I do not know if this next quote is true but it makes sense to me.

Insulation Punch-Through Failures

Seldom, if ever, do large motors fail due to insulation punch-through. This is because they are usually "perfect" wound, which means that the location of each turn of wire in the phase winding is precisely controlled. Therefore, the level of voltage from turn to adjacent turn is controlled. In smaller motors, however, the wire size is quite small and the number of turns is large. Usually, these motors are "random" wound and do not lend themselves to control over the proximity of adjacent turns. Therefore, it is quite possible to have two turns of wire next to each other with a high voltage potential that is close to the maximum allowable limit of the insulation system. Even in the absence of an overshoot voltage, when a high dV/dT is applied, the insulation components may experience punch-through, causing motor failure. Normally, these types of failures occur within hours or weeks of start-up.

This part especially

Normally, these types of failures occur within hours or weeks of start-up.

This explains to me anyway, why some installs work for years even though they violate the motor lead length ideals. (Someone just got lucky)

 

[DickDV]

There may well be some good info on this subject in this board's FAQ section or you could Google using "VFD reflected wave" or maybe "VFD long lead problems". I have not found in my own travels a very practical explanation of the long lead problem.

At the risk of raising more questions than answers, the square pulses that the drive sends out to the motor are full of high frequency components, some as high as 1 MHz.

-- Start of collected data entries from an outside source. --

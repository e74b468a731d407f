import { afterAll, beforeAll, describe, expect, it } from 'vitest';
import { procedureSchema } from '@beadroll/rules';
import { bodyOf, errorOf, signIn, startTestApi, type TestApi } from '../../support/api-app.js';
import { auditRows, makeOtherCompany, makeWorld, TEST_PASSWORD } from '../../support/factories.js';

const wps = (over: Record<string, unknown> = {}) => ({
  number: 'HP-G100',
  revision: 'A',
  code: 'asme-ix',
  processes: ['GTAW', 'SMAW'],
  pNumbers: ['1'],
  fNumber: 6,
  positions: ['F', 'H'],
  thicknessMin: { value: 1.5, unit: 'mm' },
  thicknessMax: { value: 19, unit: 'mm' },
  ...over,
});

describe('procedures (WPS register)', () => {
  let api: TestApi;
  beforeAll(async () => {
    api = await startTestApi();
  });
  afterAll(() => api.close());

  it('adds a WPS, lists and filters the register, and refuses a second number + revision on fields.revision', async () => {
    const world = await makeWorld(api.ds);
    const qa = await signIn(api.app, world.qa.email, TEST_PASSWORD);
    const p = bodyOf(procedureSchema, await qa.post('/api/procedures').send(wps()).expect(201));
    expect(p).toMatchObject({ number: 'HP-G100', status: 'active', version: 1, document: null, notes: '' });
    await qa
      .post('/api/procedures')
      .send(wps({ number: 'HP-F300', code: 'aws-d1.1', processes: ['FCAW'] }))
      .expect(201);
    const dup = await qa.post('/api/procedures').send(wps());
    expect(dup.status).toBe(400);
    expect(errorOf(dup).fields?.revision).toBe('WPS HP-G100 rev A is already in the register');
    const numbers = async (q: string) =>
      ((await qa.get(`/api/procedures${q}`).expect(200)).body as { items: { number: string }[] }).items.map(
        (i) => i.number,
      );
    expect(await numbers('')).toEqual(['HP-F300', 'HP-G100']);
    expect(await numbers('?code=aws-d1.1')).toEqual(['HP-F300']);
    expect(await numbers('?process=GTAW')).toEqual(['HP-G100']);
    expect(await numbers('?q=g1')).toEqual(['HP-G100']);
    expect(await numbers('?status=superseded')).toEqual([]);
    expect((await auditRows(api.ds, p.id)).map((a) => a.action)).toEqual(['procedure.created']);
  });

  it('refuses a thickness range upside down', async () => {
    const world = await makeWorld(api.ds);
    const qa = await signIn(api.app, world.qa.email, TEST_PASSWORD);
    const res = await qa
      .post('/api/procedures')
      .send(wps({ thicknessMin: { value: 1, unit: 'in' }, thicknessMax: { value: 3, unit: 'mm' } }));
    expect(errorOf(res).fields).toHaveProperty('thicknessMax');
  });

  it('supersedes by PATCH with the version, changing only what is named; a stale version gets 409', async () => {
    const world = await makeWorld(api.ds);
    const qa = await signIn(api.app, world.qa.email, TEST_PASSWORD);
    const p = bodyOf(procedureSchema, await qa.post('/api/procedures').send(wps()).expect(201));
    const sup = bodyOf(
      procedureSchema,
      await qa.patch(`/api/procedures/${p.id}`).send({ status: 'superseded', version: 1 }).expect(200),
    );
    expect(sup).toMatchObject({
      status: 'superseded',
      version: 2,
      processes: ['GTAW', 'SMAW'],
      positions: ['F', 'H'],
      fNumber: 6,
    });
    const stale = await qa.patch(`/api/procedures/${p.id}`).send({ notes: 'late edit', version: 1 });
    expect(stale.status).toBe(409);
    expect(errorOf(stale).code).toBe('conflict');
    const audit = await auditRows(api.ds, p.id);
    expect(audit.map((a) => a.action)).toEqual(['procedure.created', 'procedure.superseded']);
    expect(audit[1]).toMatchObject({ before: { status: 'active' }, after: { status: 'superseded' } });
  });

  it('answers two simultaneous saves of one version with one 200 and one 409, never a silent overwrite', async () => {
    const world = await makeWorld(api.ds);
    const qa = await signIn(api.app, world.qa.email, TEST_PASSWORD);
    const p = bodyOf(procedureSchema, await qa.post('/api/procedures').send(wps()).expect(201));
    const [a, b] = await Promise.all([
      qa.patch(`/api/procedures/${p.id}`).send({ notes: 'first editor', version: 1 }),
      qa.patch(`/api/procedures/${p.id}`).send({ notes: 'second editor', version: 1 }),
    ]);
    expect([a.status, b.status].sort()).toEqual([200, 409]);
    const saved = bodyOf(procedureSchema, await qa.get(`/api/procedures/${p.id}`).expect(200));
    expect(saved.version).toBe(2);
    expect(saved.notes).toBe(a.status === 200 ? 'first editor' : 'second editor');
  });

  it('lets a foreman read the register but not write; a welder gets 403; another company gets 404', async () => {
    const world = await makeWorld(api.ds);
    const qa = await signIn(api.app, world.qa.email, TEST_PASSWORD);
    const p = bodyOf(procedureSchema, await qa.post('/api/procedures').send(wps()).expect(201));
    const foreman = await signIn(api.app, world.foreman.email, TEST_PASSWORD);
    await foreman.get(`/api/procedures/${p.id}`).expect(200);
    expect((await foreman.post('/api/procedures').send(wps({ number: 'X' }))).status).toBe(403);
    expect((await foreman.patch(`/api/procedures/${p.id}`).send({ notes: 'x', version: 1 })).status).toBe(
      403,
    );
    const welder = await signIn(api.app, world.welder.email, TEST_PASSWORD);
    expect((await welder.get('/api/procedures')).status).toBe(403);
    const other = await makeOtherCompany(api.ds);
    const otherQa = await signIn(api.app, other.qa.email, TEST_PASSWORD);
    expect((await otherQa.get(`/api/procedures/${p.id}`)).status).toBe(404);
    expect((await otherQa.patch(`/api/procedures/${p.id}`).send({ notes: 'x', version: 1 })).status).toBe(
      404,
    );
  });
});
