// How a weld's check reads on screens: a chip in words and icon (never colour alone).
import { weldCheckWords, type Weld } from '@beadroll/rules';
import { StatusChip } from '@/components/ui/status-chip';

export function WeldCheckChip({ weld }: { weld: Pick<Weld, 'flagged' | 'reviewStatus' | 'disposition'> }) {
  const status = !weld.flagged && !weld.disposition ? 'weld.within' : weld.disposition ? 'weld.dispositioned' : 'weld.flagged';
  return <StatusChip status={status} label={weldCheckWords(weld)} />;
}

Since all conductors including straight wires have distributed inductance along their length, the longer the lead, the more the drive looses control over the higher frequency components of the pulse. As a result, on the very fast pulse rising edge you start to get overshoot. The longer the lead, the more the overshoot until, at the lengths I specified, the overshoot extends from the 650V pulse up over the pulse to 1400 or so volts. You get a similar undershoot when the pulse falls back down to zero.

The phenomenon is much like holding a 1/4" steel rod in your hand horizontally. If you have a rod only 2 feet long and you abruptly switch its position up and down repeatedly a distance of 6 inches, the loose end of the rod will pretty much repeat the movement of your hands. But, if you switch to a rod 10 feet long and again move your hands abruptly up and down 6 inches repeatedly, the far end of the rod will whip wildly, far beyond the 6 inches movement of your hands. That same "whipping" of the signal occurs as the drive/motor leads get longer and longer.

I know, the illustration is pretty poor but, if anyone wants to substitute something more understandable, please do. Trying to explain this mathematically causes most peoples' eyes to glaze over.